Se
Deus fosse impessoal, como ensinam as religiões orientais, o amor — algo que só
pode acontecer entre duas ou mais pessoas — seria uma ilusão. Podemos ir além e
afirmar que mesmo se Deus fosse apenas unipessoal, não haveria como o amor ter
surgido até Deus começar a criar outras coisas. Significaria que, em essência,
Deus seria mais poder do que amor. O amor não seria tão importante quanto o
poder.
A
doutrina cristã da Trindade, no entanto, ensina que existe um Deus em três
pessoas que se conhecem e amam umas às outras desde antes do alvorecer dos
tempos. Se Deus é triúno, então as palavras
e a linguagem são vistas sob nova luz. Em João 14 a 17 Jesus se refere à sua
vida no contexto da divindade antes de vir à terra, quando fala da “glória que
eu tinha com [o Pai] antes que o mundo existisse” (Jo 17.5) e das “palavras”
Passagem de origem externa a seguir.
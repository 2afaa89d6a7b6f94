import Complex from 'complex.js';
import fc from 'fast-check';
import { describe, expect, it } from 'vitest';
import { abs, add, argDeg, cexp, conj, csqrt, div, inv, mul, sub } from '../../../shared/rf/complex.ts';
import { relativeError, toPlain } from '../../helpers/rf-reference.ts';

// Reference: complex.js 2.4.3, an independent general-purpose complex-number library.

const finite = fc.double({ min: -1e6, max: 1e6, noNaN: true });
const value = fc.record({ re: finite, im: finite });

describe('plain-number complex arithmetic agrees with complex.js', () => {
  it('adds, subtracts, multiplies and conjugates alike', () => {
    fc.assert(
      fc.property(value, value, (a, b) => {
        const A = new Complex(a.re, a.im);
        const B = new Complex(b.re, b.im);
        expect(relativeError(add(a, b), toPlain(A.add(B)))).toBeLessThan(1e-15);
        expect(relativeError(sub(a, b), toPlain(A.sub(B)))).toBeLessThan(1e-15);
        expect(relativeError(mul(a, b), toPlain(A.mul(B)))).toBeLessThan(1e-14);
        expect(conj(a)).toEqual({ re: a.re, im: -a.im });
      }),
    );
  });

  it('divides and inverts alike', () => {
    fc.assert(
      fc.property(value, value, (a, b) => {
        fc.pre(Math.hypot(b.re, b.im) > 1e-9);
        const A = new Complex(a.re, a.im);
        const B = new Complex(b.re, b.im);
        expect(relativeError(div(a, b), toPlain(A.div(B)))).toBeLessThan(1e-14);
        expect(relativeError(inv(b), toPlain(B.inverse()))).toBeLessThan(1e-14);
      }),
    );
  });

  it('takes magnitudes, angles, exponentials and principal square roots alike', () => {
    fc.assert(
      fc.property(value, fc.record({ re: fc.double({ min: -50, max: 50, noNaN: true }), im: finite }), (a, e) => {
        // complex.js's square root breaks down on subnormal inputs (√(j·5e-324) gives −j∞), so the
        // comparison stays in the normal range; csqrt's own subnormal handling is checked below.
        fc.pre(Math.hypot(a.re, a.im) > 1e-100);
        const A = new Complex(a.re, a.im);
        expect(abs(a)).toBeCloseTo(A.abs(), 8);
        if (a.re !== 0 || a.im !== 0) expect(argDeg(a)).toBeCloseTo((A.arg() * 180) / Math.PI, 12);
        expect(relativeError(csqrt(a), toPlain(A.sqrt()))).toBeLessThan(1e-14);
        expect(relativeError(cexp(e), toPlain(new Complex(e.re, e.im).exp()))).toBeLessThan(1e-9);
      }),
    );
  });
});

describe('edge cases stay finite and on the principal branch', () => {
  it('gives +j2 for √−4 whatever the sign of the zero imaginary part', () => {
    expect(csqrt({ re: -4, im: 0 })).toEqual({ re: 0, im: 2 });
    expect(csqrt({ re: -4, im: -0 })).toEqual({ re: 0, im: 2 });
  });

  it('takes the square root of a subnormal number without dividing by zero', () => {
    const r = csqrt({ re: 0, im: 5e-324 });
    expect(r.re).toBeGreaterThan(0);
    // √(j·t) = √(t/2)·(1 + j); compare after scaling back into the normal range.
    const scaled = r.re * 2 ** 300;
    expect((2 * scaled * scaled) / (5e-324 * 2 ** 600)).toBeCloseTo(1, 12);
    expect(r.im / r.re).toBeCloseTo(1, 14);
  });

  it('keeps |z| finite where re² + im² would overflow', () => {
    expect(abs({ re: 3e200, im: 4e200 })).toBeCloseTo(5e200, -190);
  });

  it('divides without overflow when the divisor parts differ greatly (Smith 1962)', () => {
    const q = div({ re: 1e300, im: 1e300 }, { re: 1e300, im: 1e-300 });
    expect(q.re).toBeCloseTo(1, 15);
    expect(q.im).toBeCloseTo(1, 15);
  });
});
que recebera do Pai (Jo 17.8). Dentro da Trindade, desde a eternidade, existe
comunicação por meio de palavras – o Pai fala com o Filho, o Filho fala com o
Pai, e o Pai e o Filho falam com o Espírito. Em João 17, temos um vislumbre desse
falar na oração de Jesus a seu Pai. Trata-se de um discurso divino.
Muitos
filósofos afirmam que, por Deus ser um espírito puro, é inadequado dizer que
ele fala. Contudo, Jesus disse: “Céu e terra
passarão, mas as minhas palavras jamais passarão” (Mt 24.35). O filósofo
Nicholas Wolterstorff e outros negam a ideia de que Deus não possa falar e não
o faça. Wolterstorff aplica a teoria dos atos de fala de J. L. Austin, a qual
salienta que palavras também são atos. As palavras não apenas dizem coisas,
elas as realizam. Se Deus existe e tem poder para agir, não há motivo para que
não possa falar, pois palavras também são atos. Além disso, uma vez que a
divindade contém uma comunidade de pessoas, e como a linguagem é intrínseca ao
relacionamento entre pessoas, há todos os motivos para se esperar que Deus se
comunique por intermédio de palavras.
Assim,
a oração cristã não é um mergulho no abismo do desconhecido nem um estado de
hiperconsciência sem palavras. Esta última condição é criada não pelas palavras
em si, mas por sons. “As técnicas que preparam para [o estado de meditação com
mantras chamado samadhi] dão especial atenção a sons, visões ou atos
repetitivos. O pensamento analítico é hipnotizado a fim de privilegiar a
consciência intuitiva, um estado de relaxamento em que se suspende a
consciência de identidade individual da pessoa.” A oração cristã, por sua vez, é uma
comunhão com o Deus pessoal que nos torna amigos por meio do discurso. O padrão
bíblico envolve meditação nas palavras das Escrituras até respondermos a Deus
com nosso ser inteiro, dizendo: “Dá-me um coração íntegro, para que […] eu
possa louvá-lo, Senhor meu Deus, de todo o coração” (Sl 86.11,12).